Neuromolecular basis of impaired conditioned taste aversion acquisition in valproate-induced rat model of autism spectrum disorder

Abstract

Background/Objectives: Autism spectrum disorder (ASD), defined by social, behavioral, and cognitive anomalies, is also associated with dysregulated appetite. ASD individuals, often described as “picky eaters”, exhibit restricted dietary preferences and a pronounced avoidance of novel foods. This suggests that the perceived safety of specific tastants may be a crucial determinant of dietary acceptance in ASD. Here, we explore the hypothesis that conditioned taste aversion (CTA), a learned avoidance of foods whose intake promotes sickness, is exacerbated in ASD. Methods: We assessed the magnitude of a lithium chloride (LiCl)-induced CTA in the valproic acid (VPA) rat model of autism versus in healthy control rats.

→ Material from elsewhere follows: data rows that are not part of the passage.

class _RecordTableModel(QAbstractTableModel):
    """A read-only table over a list of records, one row each, with named columns.

    Subclasses define ``COLUMNS`` (header titles) and ``_display``/``_raw`` per column.
    """

    COLUMNS: tuple[str, ...] = ()

    def __init__(self, parent: Any = None) -> None:
        super().__init__(parent)
        self._rows: list[Any] = []
        self._sort_column = -1
        self._sort_order = Qt.SortOrder.AscendingOrder

    # -- the Qt model API ---------------------------------------------------------------
    def rowCount(self, parent: Index = QModelIndex()) -> int:  # noqa: B008, N802
        return 0 if parent.isValid() else len(self._rows)

    def columnCount(self, parent: Index = QModelIndex()) -> int:  # noqa: B008, N802
        return 0 if parent.isValid() else len(self.COLUMNS)

    def headerData(self, section: int, orientation: Qt.Orientation,  # noqa: N802
                   role: int = Qt.ItemDataRole.DisplayRole) -> Any:
        if (orientation == Qt.Orientation.Horizontal and role == Qt.ItemDataRole.DisplayRole
                and 0 <= section < len(self.COLUMNS)):
            return self.COLUMNS[section]
        return None

    def data(self, index: Index, role: int = Qt.ItemDataRole.DisplayRole) -> Any:
        if not index.isValid() or index.row() >= len(self._rows):
            return None
        record = self._rows[index.row()]
        column = index.column()
        if role == Qt.ItemDataRole.DisplayRole:
            return self._display(record, column)
        if role == SORT_ROLE:
            return self._raw(record, column)
        if role == ID_ROLE:
            return record.id
        if role == Qt.ItemDataRole.ToolTipRole:
            return self._tooltip(record, column)
        if role == Qt.ItemDataRole.TextAlignmentRole and self._is_number(column):
            return int(Qt.AlignmentFlag.AlignRight | Qt.AlignmentFlag.AlignVCenter)
        return self._extra(record, column, role)

    def sort(self, column: int, order: Qt.SortOrder = Qt.SortOrder.AscendingOrder) -> None:
        """Sort the rows by the raw values of ``column`` (missing values last)."""
        if not 0 <= column < len(self.COLUMNS):
            return
        self._sort_column, self._sort_order = column, order
        self.layoutAboutToBeChanged.emit()
        before = self.persistentIndexList()
        ids = [self._rows[i.row()].id for i in before]
        self._sort_rows()
        row_of = {r.id: n for n, r in enumerate(self._rows)}
        self.changePersistentIndexList(
            before, [self.index(row_of[i], p.column()) for i, p in zip(ids, before, strict=True)])
        self.layoutChanged.emit()

    # -- our API --------------------------------------------------------------------------
    def set_records(self, records: Iterable[Any]) -> None:
        """Replace every row (the current sort order is kept)."""
        self.beginResetModel()
        self._rows = list(records)
        self._sort_rows()
        self.endResetModel()

    def records(self) -> list[Any]:
        """The rows in display order."""
        return list(self._rows)

    def record_at(self, row: int) -> Any:
        """The record on ``row``."""
        return self._rows[row]

    def row_of(self, record_id: int) -> int:
        """The row holding the record with this id, or -1."""
        return next((n for n, r in enumerate(self._rows) if r.id == record_id), -1)

    # -- hooks ----------------------------------------------------------------------------
    def _display(self, record: Any, column: int) -> Any:
        return None

    def _raw(self, record: Any, column: int) -> Any:
        return self._display(record, column)

    def _tooltip(self, record: Any, column: int) -> Any:
        return None

    def _is_number(self, column: int) -> bool:
        return False

    def _extra(self, record: Any, column: int, role: int) -> Any:
        return None

    def _sort_rows(self) -> None:
        if self._sort_column < 0:
            return
        descending = self._sort_order == Qt.SortOrder.DescendingOrder
        column = self._sort_column
        self._rows.sort(key=lambda r: _sort_key(self._raw(r, column), descending),
                        reverse=descending)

We also examined the effect of a standard 3 mEq LiCl dose on transcript and neuronal activation changes in brain circuits mediating feeding behavior and associative learning. Results: Surprisingly, we found that while 3 mEq LiCl induced CTA in healthy controls, even the 6 mEq dose was ineffective in generating aversion in VPA rats. LiCl at 3 mEq affected c-Fos immunoreactivity in the hypothalamus and amygdala in controls, whereas in VPA rats it did not produce any c-Fos changes. Gene expression analysis of feeding-related genes (AgRP, NPY, OXT) and those involved in regulating stress and anxiety (DOR and MC3R) were differentially regulated in the VPA rats. Interestingly, transcripts for COMT1, AgRP, OXT, and MC3R were downregulated in saline-treated VPA rats compared to saline-treated controls. Conclusions: We conclude that VPA rats show blunted CTA responsiveness, which is reflected by a differential impact of LiCl on circuits that promote the acquisition of CTA in healthy versus autistic individuals.